Exercise aim: What is needed is an exact transcription of every record below.

Study material:
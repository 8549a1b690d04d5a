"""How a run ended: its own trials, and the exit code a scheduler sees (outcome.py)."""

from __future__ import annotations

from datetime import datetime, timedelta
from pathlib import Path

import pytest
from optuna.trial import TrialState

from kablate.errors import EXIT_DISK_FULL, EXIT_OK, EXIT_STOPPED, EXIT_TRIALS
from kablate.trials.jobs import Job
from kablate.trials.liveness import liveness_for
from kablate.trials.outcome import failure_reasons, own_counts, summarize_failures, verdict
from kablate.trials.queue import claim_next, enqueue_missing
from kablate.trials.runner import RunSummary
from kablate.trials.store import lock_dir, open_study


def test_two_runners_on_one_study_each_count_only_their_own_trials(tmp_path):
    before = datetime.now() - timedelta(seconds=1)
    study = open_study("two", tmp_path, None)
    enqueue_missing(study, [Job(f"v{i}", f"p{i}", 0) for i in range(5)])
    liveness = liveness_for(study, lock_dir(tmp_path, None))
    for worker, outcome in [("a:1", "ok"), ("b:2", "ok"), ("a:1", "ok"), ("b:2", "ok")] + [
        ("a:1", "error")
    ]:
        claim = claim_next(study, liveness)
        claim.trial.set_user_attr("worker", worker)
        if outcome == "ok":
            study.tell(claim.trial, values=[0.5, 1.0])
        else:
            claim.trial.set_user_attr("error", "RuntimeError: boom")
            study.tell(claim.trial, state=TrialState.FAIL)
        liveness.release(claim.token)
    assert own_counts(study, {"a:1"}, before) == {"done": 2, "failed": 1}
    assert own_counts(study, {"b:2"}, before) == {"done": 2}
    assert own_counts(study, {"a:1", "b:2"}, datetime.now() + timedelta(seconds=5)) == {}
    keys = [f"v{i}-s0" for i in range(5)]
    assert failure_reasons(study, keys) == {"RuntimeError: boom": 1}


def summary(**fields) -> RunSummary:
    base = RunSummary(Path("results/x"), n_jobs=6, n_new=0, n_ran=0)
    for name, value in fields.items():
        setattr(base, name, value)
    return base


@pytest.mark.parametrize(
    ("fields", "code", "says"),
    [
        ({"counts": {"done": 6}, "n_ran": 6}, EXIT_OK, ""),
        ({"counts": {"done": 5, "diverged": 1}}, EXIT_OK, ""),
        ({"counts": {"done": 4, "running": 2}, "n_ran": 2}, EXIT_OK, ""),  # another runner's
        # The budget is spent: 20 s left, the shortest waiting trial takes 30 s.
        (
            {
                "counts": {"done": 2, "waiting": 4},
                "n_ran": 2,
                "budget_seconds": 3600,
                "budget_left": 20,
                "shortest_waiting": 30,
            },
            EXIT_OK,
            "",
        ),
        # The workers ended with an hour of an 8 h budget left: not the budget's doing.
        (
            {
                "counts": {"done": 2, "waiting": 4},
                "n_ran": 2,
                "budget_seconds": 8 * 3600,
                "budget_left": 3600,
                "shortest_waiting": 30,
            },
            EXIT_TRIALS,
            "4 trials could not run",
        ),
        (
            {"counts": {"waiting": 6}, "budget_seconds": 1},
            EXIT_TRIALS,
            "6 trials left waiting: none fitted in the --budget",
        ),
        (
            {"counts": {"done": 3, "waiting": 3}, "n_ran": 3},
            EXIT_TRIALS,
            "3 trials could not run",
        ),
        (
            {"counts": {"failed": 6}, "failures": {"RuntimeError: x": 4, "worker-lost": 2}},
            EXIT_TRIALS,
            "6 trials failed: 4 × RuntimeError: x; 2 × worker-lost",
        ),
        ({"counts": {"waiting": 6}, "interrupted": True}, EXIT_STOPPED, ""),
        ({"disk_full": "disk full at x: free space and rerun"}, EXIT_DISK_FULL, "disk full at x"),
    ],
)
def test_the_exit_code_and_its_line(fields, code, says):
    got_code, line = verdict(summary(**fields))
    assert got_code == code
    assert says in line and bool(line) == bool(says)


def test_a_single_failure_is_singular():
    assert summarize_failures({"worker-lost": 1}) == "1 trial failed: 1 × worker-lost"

Response area:
repository 8549a1b690d04d5a
"""How a run ended: its own trials, and the exit code a scheduler sees (outcome.py)."""

from __future__ import annotations

from datetime import datetime, timedelta
from pathlib import Path

import pytest
from optuna.trial import TrialState

from kablate.errors import EXIT_DISK_FULL, EXIT_OK, EXIT_STOPPED, EXIT_TRIALS
from kablate.trials.jobs import Job
from kablate.trials.liveness import liveness_for
from kablate.trials.outcome import failure_reasons, own_counts, summarize_failures, verdict
from kablate.trials.queue import claim_next, enqueue_missing
from kablate.trials.runner import RunSummary
from kablate.trials.store import lock_dir, open_study


def test_two_runners_on_one_study_each_count_only_their_own_trials(tmp_path):
    before = datetime.now() - timedelta(seconds=1)
    study = open_study("two", tmp_path, None)
    enqueue_missing(study, [Job(f"v{i}", f"p{i}", 0) for i in range(5)])
    liveness = liveness_for(study, lock_dir(tmp_path, None))
    for worker, outcome in [("a:1", "ok"), ("b:2", "ok"), ("a:1", "ok"), ("b:2", "ok")] + [
        ("a:1", "error")
    ]:
        claim = claim_next(study, liveness)
        claim.trial.set_user_attr("worker", worker)
        if outcome == "ok":
            study.tell(claim.trial, values=[0.5, 1.0])
        else:
            claim.trial.set_user_attr("error", "RuntimeError: boom")
            study.tell(claim.trial, state=TrialState.FAIL)
        liveness.release(claim.token)
    assert own_counts(study, {"a:1"}, before) == {"done": 2, "failed": 1}
    assert own_counts(study, {"b:2"}, before) == {"done": 2}
    assert own_counts(study, {"a:1", "b:2"}, datetime.now() + timedelta(seconds=5)) == {}
    keys = [f"v{i}-s0" for i in range(5)]
    assert failure_reasons(study, keys) == {"RuntimeError: boom": 1}


def summary(**fields) -> RunSummary:
    base = RunSummary(Path("results/x"), n_jobs=6, n_new=0, n_ran=0)
    for name, value in fields.items():
        setattr(base, name, value)
    return base


@pytest.mark.parametrize(
    ("fields", "code", "says"),
    [
        ({"counts": {"done": 6}, "n_ran": 6}, EXIT_OK, ""),
        ({"counts": {"done": 5, "diverged": 1}}, EXIT_OK, ""),
        ({"counts": {"done": 4, "running": 2}, "n_ran": 2}, EXIT_OK, ""),  # another runner's
        # The budget is spent: 20 s left, the shortest waiting trial takes 30 s.
        (
            {
                "counts": {"done": 2, "waiting": 4},
                "n_ran": 2,
                "budget_seconds": 3600,
                "budget_left": 20,
                "shortest_waiting": 30,
            },
            EXIT_OK,
            "",
        ),
        # The workers ended with an hour of an 8 h budget left: not the budget's doing.
        (
            {
                "counts": {"done": 2, "waiting": 4},
                "n_ran": 2,
                "budget_seconds": 8 * 3600,
                "budget_left": 3600,
                "shortest_waiting": 30,
            },
            EXIT_TRIALS,
            "4 trials could not run",
        ),
        (
            {"counts": {"waiting": 6}, "budget_seconds": 1},
            EXIT_TRIALS,
            "6 trials left waiting: none fitted in the --budget",
        ),
        (
            {"counts": {"done": 3, "waiting": 3}, "n_ran": 3},
            EXIT_TRIALS,
            "3 trials could not run",
        ),
        (
            {"counts": {"failed": 6}, "failures": {"RuntimeError: x": 4, "worker-lost": 2}},
            EXIT_TRIALS,
            "6 trials failed: 4 × RuntimeError: x; 2 × worker-lost",
        ),
        ({"counts": {"waiting": 6}, "interrupted": True}, EXIT_STOPPED, ""),
        ({"disk_full": "disk full at x: free space and rerun"}, EXIT_DISK_FULL, "disk full at x"),
    ],
)
def test_the_exit_code_and_its_line(fields, code, says):
    got_code, line = verdict(summary(**fields))
    assert got_code == code
    assert says in line and bool(line) == bool(says)


def test_a_single_failure_is_singular():
    assert summarize_failures({"worker-lost": 1}) == "1 trial failed: 1 × worker-lost"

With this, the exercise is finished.